Becoming What You Were Made To Be
Dear Sutton and Savannah
I really don’t know what you were made to be, but I am in awe of what you have become. The notion of there being one best divine plan for your life just doesn’t make sense. Each decision we make, and every response we may have to any given circumstance, presents multiple pathways for our future. We are participants in mapping the outcome of our life. The poet of Psalm 148 invites all the characters of the outward cosmos and all the characters of the inner life to sing their own unique song of praise; everything in its own way, and every one in their own voice. I hope and pray you never stop singing your unique song in your unique way.
-Dad
Inside Out Lectionary Letters
Year A - First Sunday After Christmas
Readings for December 28, 2025
Isaiah 63:7-9 / Psalm 148 / Hebrews 2:10-18 / Matthew 2:13-23
Summary of Psalm 148
This psalm is part of the closing collection of psalms that includes Psalms 146-150. Some believe that it was written as part of the Jewish return to the promised land following the exile in Babylon. The psalmist invites every part of creation to praise the Creator.

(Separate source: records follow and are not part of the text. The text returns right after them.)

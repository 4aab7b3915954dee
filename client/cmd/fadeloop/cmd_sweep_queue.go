package main

import (
	"bufio"
	"context"
	"errors"
	"flag"
	"fmt"
	"io"
	"math"
	"os"
	"path/filepath"
	"sort"
	"strings"
	"time"

	"github.com/fadeloop/fadeloop/client"
	"github.com/fadeloop/fadeloop/client/render"
	htmlreport "github.com/fadeloop/fadeloop/client/report"
	"github.com/fadeloop/fadeloop/loop"
	"github.com/fadeloop/fadeloop/loop/tune"
	pb "github.com/fadeloop/fadeloop/proto/fadeloop/v1"
	"github.com/fadeloop/fadeloop/service"
	"github.com/fadeloop/fadeloop/service/jobs"
)

// queueLocal is the --queue value of the embedded NATS server (the default
// when no --server, --queue or --direct is given).
const queueLocal = "local"

// sweepQueueFlags select and configure the job-queue path of sweep, tune
// and capacity.
type sweepQueueFlags struct {
	queue   string // "", queueLocal or nats://HOST:PORT[,…]
	store   string // root of the embedded stores (one directory per job)
	workers int    // in-process workers (0: default)
	direct  bool   // run in process without the queue
	status  string // job ID to show (sweep)
	cancel  string // job ID to cancel (sweep)
}

// storeHelp says where the embedded job stores live (flag help).
const storeHelp = "root `DIR` of the job stores: each job keeps its finished units in DIR/JOB (default <user cache dir>/fadeloop/queue, e.g. ~/.cache/fadeloop/queue; ignored with --server, --direct or a nats:// --queue)"

func (q *sweepQueueFlags) register(fs *flag.FlagSet) {
	q.registerRun(fs, "sweep")
	fs.StringVar(&q.status, "status", "", "show the state of queued sweep `JOB` and exit")
	fs.StringVar(&q.cancel, "cancel", "", "cancel queued sweep `JOB` (stored points stay; re-running its command resumes it) and exit")
}

// registerRun registers the flags that choose where the units of cmd run.
func (q *sweepQueueFlags) registerRun(fs *flag.FlagSet, cmd string) {
	fs.StringVar(&q.queue, "queue", "", "where the "+cmd+" job runs: `URL` nats://HOST:PORT[,...] (an external NATS and its workers) or local (the default: a NATS server inside this process, its store under --store)")
	fs.StringVar(&q.store, "store", "", storeHelp)
	fs.IntVar(&q.workers, "workers", 0, "in-process queue workers `N`, each one unit at a time (default: one per core with the local queue, none with a nats:// URL)")
	fs.BoolVar(&q.direct, "direct", false, "run the "+cmd+" in this process without the job queue (nothing stored, no resume)")
}

// queued reports whether the run goes through the job queue: the default
// unless --server or --direct is given.
func (q *sweepQueueFlags) queued(g *globals) bool { return g.server == "" && !q.direct }

// local reports whether the queue is the embedded one.
func (q *sweepQueueFlags) local() bool { return q.queue == "" || q.queue == queueLocal }

// check validates the queue flags against the global ones.
func (q *sweepQueueFlags) check(g *globals) error {
	if g.server != "" && (q.queue != "" || q.status != "" || q.cancel != "") {
		return badInputf("--server runs directly on that server; --queue, --status and --cancel need no --server")
	}
	if q.direct && (q.queue != "" || q.status != "" || q.cancel != "" || q.workers != 0) {
		return badInputf("--direct runs in this process without the job queue; it does not go with --queue, --workers, --status or --cancel")
	}
	if q.status != "" && q.cancel != "" {
		return badInputf("--status and --cancel: give one of them")
	}
	if q.queue != "" && q.queue != queueLocal && !strings.HasPrefix(q.queue, "nats://") && !strings.HasPrefix(q.queue, "tls://") {
		return badInputf("--queue %q: must be local or nats://HOST:PORT (comma-separated for a cluster)", q.queue)
	}
	if q.workers < 0 {
		return badInputf("--workers %d: must be 0 (default) or more", q.workers)
	}
	return nil
}

// noQueue is returned when the default local queue cannot open its store
// (no user cache directory, not writable, ...): the command then runs
// without the queue (see fallback).
type noQueue struct{ err error }

func (n noQueue) Error() string { return n.err.Error() }
func (n noQueue) Unwrap() error { return n.err }

// fallback reports whether err, from opening the queue, lets the command
// run without it: only for the default queue with the default store root
// (a store named with --store or FADELOOP_STORE, an external queue and a
// job running in another process are errors).
func (q *sweepQueueFlags) fallback(err error) bool {
	return q.queue == "" && q.store == "" && !errors.Is(err, jobs.ErrStoreInUse)
}

// noQueueNotice says that the command runs without the queue, and why.
func noQueueNotice(e *env, err error) {
	fmt.Fprintf(e.stderr, "fadeloop: no job store (%v); running in this process without the job queue (nothing stored, no resume; --store DIR names a store)\n", err)
}

// storeRoot is the root of the embedded job stores.
func (q *sweepQueueFlags) storeRoot() (string, error) {
	if q.store != "" {
		return q.store, nil
	}
	return jobs.DefaultStoreDir()
}

// open connects to the queue of job id: the embedded server on the job's
// own store (ROOT/JOB), or the external NATS; an external queue that cannot
// be reached is "unreachable" (exit 3). withWorkers false starts no
// in-process worker.
func (q *sweepQueueFlags) open(ctx context.Context, id string, withWorkers bool) (*client.JobQueue, error) {
	o := client.JobQueueOptions{Workers: q.workers}
	if q.local() {
		root, err := q.storeRoot()
		if err != nil {
			return nil, err
		}
		o.StoreDir = jobs.JobStoreDir(root, id)
	} else {
		o.URL = q.queue
	}
	if !withWorkers {
		o.Workers = -1
	}
	jq, err := client.OpenJobQueue(ctx, o)
	if err != nil {
		if o.URL != "" {
			return nil, unreachable{err}
		}
		return nil, err
	}
	return jq, nil
}

// queueControl runs --status or --cancel.
func queueControl(ctx context.Context, e *env, q *sweepQueueFlags) error {
	id := q.status
	if q.cancel != "" {
		id = q.cancel
	}
	if q.local() {
		root, err := q.storeRoot()
		if err != nil {
			return err
		}
		if _, err := os.Stat(jobs.JobStoreDir(root, id)); err != nil || id == "" || strings.ContainsAny(id, `/\.`) {
			return badInputf("no job %s in %s", id, root)
		}
	}
	jq, err := q.open(ctx, id, false)
	if err != nil {
		return err
	}
	defer jq.Close()
	if q.cancel != "" {
		if err := jq.Cancel(ctx, id); err != nil {
			return queueJobError(id, err)
		}
	}
	st, err := jq.Status(ctx, id)
	if err != nil {
		return queueJobError(id, err)
	}
	state := st.Info.State
	if state != jobs.StateCancelled && st.Pending == 0 && st.Done+st.Failed == st.Info.Units {
		state = "complete"
	}
	fmt.Fprintf(e.stdout, "job %s: %s, %d points: %d done, %d failed, %d pending (submitted %d times, last change %s; %s)\n",
		st.Info.ID, state, st.Info.Units, st.Done, st.Failed, st.Pending, st.Info.Submissions,
		st.Info.Updated.UTC().Format("2006-01-02 15:04:05 UTC"), jq.Where())
	return nil
}

func queueJobError(id string, err error) error {
	if errors.Is(err, jobs.ErrUnknownJob) {
		return badInputf("no job %s in this queue", id)
	}
	return err
}

// sweepSpec is the domain form of a sweep request (the queue path carries
// no proto).
func sweepSpec(req *pb.SweepRequest) jobs.SweepSpec {
	spec := jobs.SweepSpec{
		Base:         service.ScenarioFromProto(req.GetBase()),
		PerPointSeed: req.GetSeedMode() == pb.SeedMode_SEED_MODE_PER_POINT,
		Detailed:     req.GetDetailed(),
	}
	for _, a := range req.GetAxes() {
		spec.Axes = append(spec.Axes, service.AxisFromProto(a))
	}
	for _, i := range req.GetPointIndices() {
		spec.Points = append(spec.Points, int(i))
	}
	sort.Ints(spec.Points)
	return spec
}

// sweepIncomplete is returned after the closing line has been printed: the
// job is not complete (exit 1).
type sweepIncomplete struct{ msg string }

func (s sweepIncomplete) Error() string { return s.msg }

// stopProgress ends the progress display; an unfinished run leaves no
// closing "done" line.
func stopProgress(prog *progress, complete bool) {
	if complete || prog.mode != "lines" {
		prog.done()
	}
}

// runQueuedSweep runs req as a durable job on the job queue (the embedded
// one by default) and shows it as the direct path does (the same table,
// CSV, JSON, report and plots): every point is stored as it finishes, csv
// and jsonl rows go to the --out file at once, an interrupted run says
// what is stored where and how to resume, and re-running the same command
// resumes it.
func runQueuedSweep(ctx context.Context, e *env, q *sweepQueueFlags, req *pb.SweepRequest, so sweepOutputs,
	sf *client.ScenarioFile, gridFile *client.SourceFile) error {
	if e.g.tokenFile != "" || e.g.tls != (client.TLSOptions{}) {
		return badInputf("TLS and --auth-token-file flags need --server (the job queue runs without a fadeloop server)")
	}
	format := e.g.format
	if !e.given["format"] && strings.EqualFold(filepath.Ext(e.g.out), ".jsonl") {
		format = "jsonl"
	}
	if !e.given["format"] && q.queue != "" && strings.EqualFold(filepath.Ext(e.g.out), ".csv") {
		format = "csv" // as --queue wrote before it became the default
	}
	if format == "jsonl" && (e.g.out == "" || e.g.out == "-") {
		return badInputf("--format jsonl writes each point to a file as it arrives: give --out FILE.jsonl")
	}
	spec := sweepSpec(req)
	prep, err := jobs.Prepare(spec)
	if err != nil {
		return queueInvalid(sf, gridFile, err)
	}
	start := time.Now()
	if e.g.timeout > 0 {
		var cancel context.CancelFunc
		ctx, cancel = context.WithTimeout(ctx, e.g.timeout)
		defer cancel()
	}
	jq, err := q.open(ctx, prep.ID, true)
	if err != nil {
		if q.fallback(err) && format != "jsonl" {
			return noQueue{err}
		}
		return err
	}
	defer jq.Close()
	// csv and jsonl to a file: every row is on disk as soon as it arrives.
	var stream rowStream
	if e.g.out != "" && e.g.out != "-" && (format == "csv" || format == "jsonl") {
		if format == "jsonl" {
			stream, err = newJSONLStream(e.g.out, prep.Spec.Axes)
		} else {
			stream, err = newCSVStream(e.g.out, req.Axes, render.SweepIsLayout(req))
		}
		if err != nil {
			return badInput{err}
		}
	}
	prog := e.newProgress("user-slots/s")
	var (
		rows      []jobs.Result
		pts       []*pb.SweepPoint
		before    = map[int]bool{}
		userSlots int64 // computed by this run
		units     int
	)
	outcome, err := jq.Sweep(ctx, spec, client.SweepJobOptions{
		OnSubmit: func(id string, info jobs.SubmitInfo) {
			units = info.Units
			for _, i := range info.DoneIndices {
				before[i] = true
			}
			if e.g.quiet && info.Done == 0 && info.Retried == 0 {
				return // --quiet: only a resumed run says so
			}
			line := fmt.Sprintf("job %s (%s): %d of %d points already stored, %d to run", id, jq.Where(), info.Done, info.Units, info.Queued)
			if info.Retried > 0 {
				line += fmt.Sprintf(" (%d failed earlier, queued again)", info.Retried)
			}
			fmt.Fprintln(e.stderr, line)
		},
		OnResult: func(r jobs.Result) error {
			rows = append(rows, r)
			var pt *pb.SweepPoint
			if r.Report != nil {
				pt = service.SweepPointToProto(&tune.SweepPoint{Index: int64(r.Index), Point: r.Point, Seed: r.Seed, Report: r.Report}, prep.Spec.Detailed)
				pts = append(pts, pt)
				if !before[r.Index] {
					userSlots += r.Report.SimulatedUserSlots
				}
			}
			if stream != nil {
				if err := stream.write(r, pt); err != nil {
					return err
				}
			}
			el := prog.now().Sub(prog.start).Seconds()
			prog.update(float64(len(rows))/float64(max(units, 1)), float64(userSlots)/math.Max(el, 1e-9))
			return nil
		},
	})
	stopProgress(prog, err == nil)
	where := jq.Where()
	if stream != nil {
		where = e.g.out + " and the job " + where
	} else {
		where = "the job " + where
	}
	if outcome.JobID == "" && err != nil {
		if stream != nil {
			stream.close()
		}
		return queueInvalid(sf, gridFile, err)
	}
	if err != nil {
		if stream != nil {
			stream.close()
		}
		fmt.Fprintln(e.stderr, outcome.Describe(err, where))
		return sweepIncomplete{"sweep not complete"}
	}
	sort.Slice(pts, func(i, j int) bool { return pts[i].GetIndex() < pts[j].GetIndex() })
	wall := time.Since(start).Seconds()
	sum := &pb.SweepSummary{GridPoints: int64(prep.Grid.Size()), PointsComputed: int64(outcome.Units - outcome.AlreadyDone),
		WallTimeS: wall, SimulatedUserSlots: userSlots}
	if wall > 0 {
		sum.UserSlotsPerS = float64(userSlots) / wall
	}
	if stream != nil {
		if err := stream.finish(pts); err != nil {
			return err
		}
		// The file is written: only the report and plots remain.
		if err := so.write(e, &output{w: bufio.NewWriter(io.Discard)}, req, pts, sum); err != nil {
			return err
		}
	} else {
		out, err := e.openOutput()
		if err != nil {
			return err
		}
		defer out.discard()
		if err := so.write(e, out, req, pts, sum); err != nil {
			return err
		}
	}
	if !e.g.quiet || outcome.Failed > 0 {
		fmt.Fprintln(e.stderr, outcome.Describe(nil, where))
	}
	if outcome.Failed > 0 {
		for _, r := range rows {
			if r.Status != jobs.StatusDone {
				fmt.Fprintf(e.stderr, "point %d failed after %d attempts: %s\n", r.Index, r.Attempts, r.Error)
			}
		}
		return sweepIncomplete{fmt.Sprintf("%d of %d points failed", outcome.Failed, outcome.Units)}
	}
	return nil
}

// queueInvalid maps the domain's field violations (loop.Violations, field
// paths as in the proto) onto the files they came from, like the direct path.
func queueInvalid(sf *client.ScenarioFile, gridFile *client.SourceFile, err error) error {
	var vs loop.Violations
	if !errors.As(err, &vs) {
		return err
	}
	inv := &client.InvalidInputError{Message: "invalid sweep"}
	for _, v := range vs {
		inv.Violations = append(inv.Violations, client.FieldViolation{Field: v.Field, Rule: v.Rule})
	}
	if sf == nil && gridFile == nil {
		var b strings.Builder
		for i, v := range inv.Violations {
			if i > 0 {
				b.WriteString("; ")
			}
			b.WriteString(v.String())
		}
		return badInputf("%s", b.String())
	}
	return sweepLocate(sf, gridFile, inv)
}

// writeSweepReport writes the HTML report of a sweep (direct or queued).
func writeSweepReport(path string, req *pb.SweepRequest, pts []*pb.SweepPoint, sum *pb.SweepSummary) error {
	return writeReportFile(path, htmlreport.Input{Sweep: &htmlreport.Sweep{Base: req.GetBase(), Axes: req.GetAxes(), Points: pts, Summary: sum}})
}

Scripture as Mirror of the Soul
We often consider the Psalms as instructional. They teach us about life, its struggles and its joys, its hardships and its celebrations. They teach us how to pray, how to praise, and how to lament. They invite us to both think and feel. What do they teach us about the poet? How might the poetry reflect the inward journey of the poet, and then what might that lead us to consider in our own inner journey?
The poet takes inanimate objects and invites them to be animated (e.g. sun, moon, stars, heavens, waters, mountains). Maybe the divine is infused into all of creation, and maybe we just don’t have ears to hear the way they sing the song of creativity and life. What are the inner parts represented by these symbols?
What about the shadow parts of our life; the parts tucked away in the unconscious; the sea monsters, the deeps, fire and hail, snow and frost, and stormy wind? Redemption includes all the parts of ourself. And redemption is not a denial, squelching or ignoring of their voice, but rather a balanced integration of the unique song they sing, and gifts they have to offer.
What about the parts within; that animal-like instinctual side, the foundational mountain-like parts, the creative side that takes flight like a bird, the life-giving trees within that bear fruit and give birth to new life, the masculine voice, the feminine voice, the innocent voice of the child, the invincible voice of the youth, the seasoned voice of the middle-aged and the wise voice of the old? They all exist within.
It doesn’t seem that we were ever intended to be one singular voice, but rather a collection of voices or instruments, playing unique notes of melody and harmony, that collectively form a single song of praise. How boring it would be if everyone and everything played the same note. So why should we expect all of the parts within us to play the same note? We are our own orchestra learning to play a beautiful symphony.